- **Recorded information**:
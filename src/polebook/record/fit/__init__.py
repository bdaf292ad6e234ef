"""Keys of a chain fitted to a measured sweep by least squares, with what the sweep can't tell."""

from __future__ import annotations

from polebook.record.fit.model import Called
from polebook.record.fit.result import Fitted, Result
from polebook.record.fit.run import Request, fit

__all__ = ["Called", "Fitted", "Request", "Result", "fit"]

- **Exercise requirements**: An exact restatement of the data is required.

- **Output of the exercise**:
filename src/polebook/record/fit/__init__.py
repository bdaf292ad6e234ef
"""Keys of a chain fitted to a measured sweep by least squares, with what the sweep can't tell."""

from __future__ import annotations

from polebook.record.fit.model import Called
from polebook.record.fit.result import Fitted, Result
from polebook.record.fit.run import Request, fit

__all__ = ["Called", "Fitted", "Request", "Result", "fit"]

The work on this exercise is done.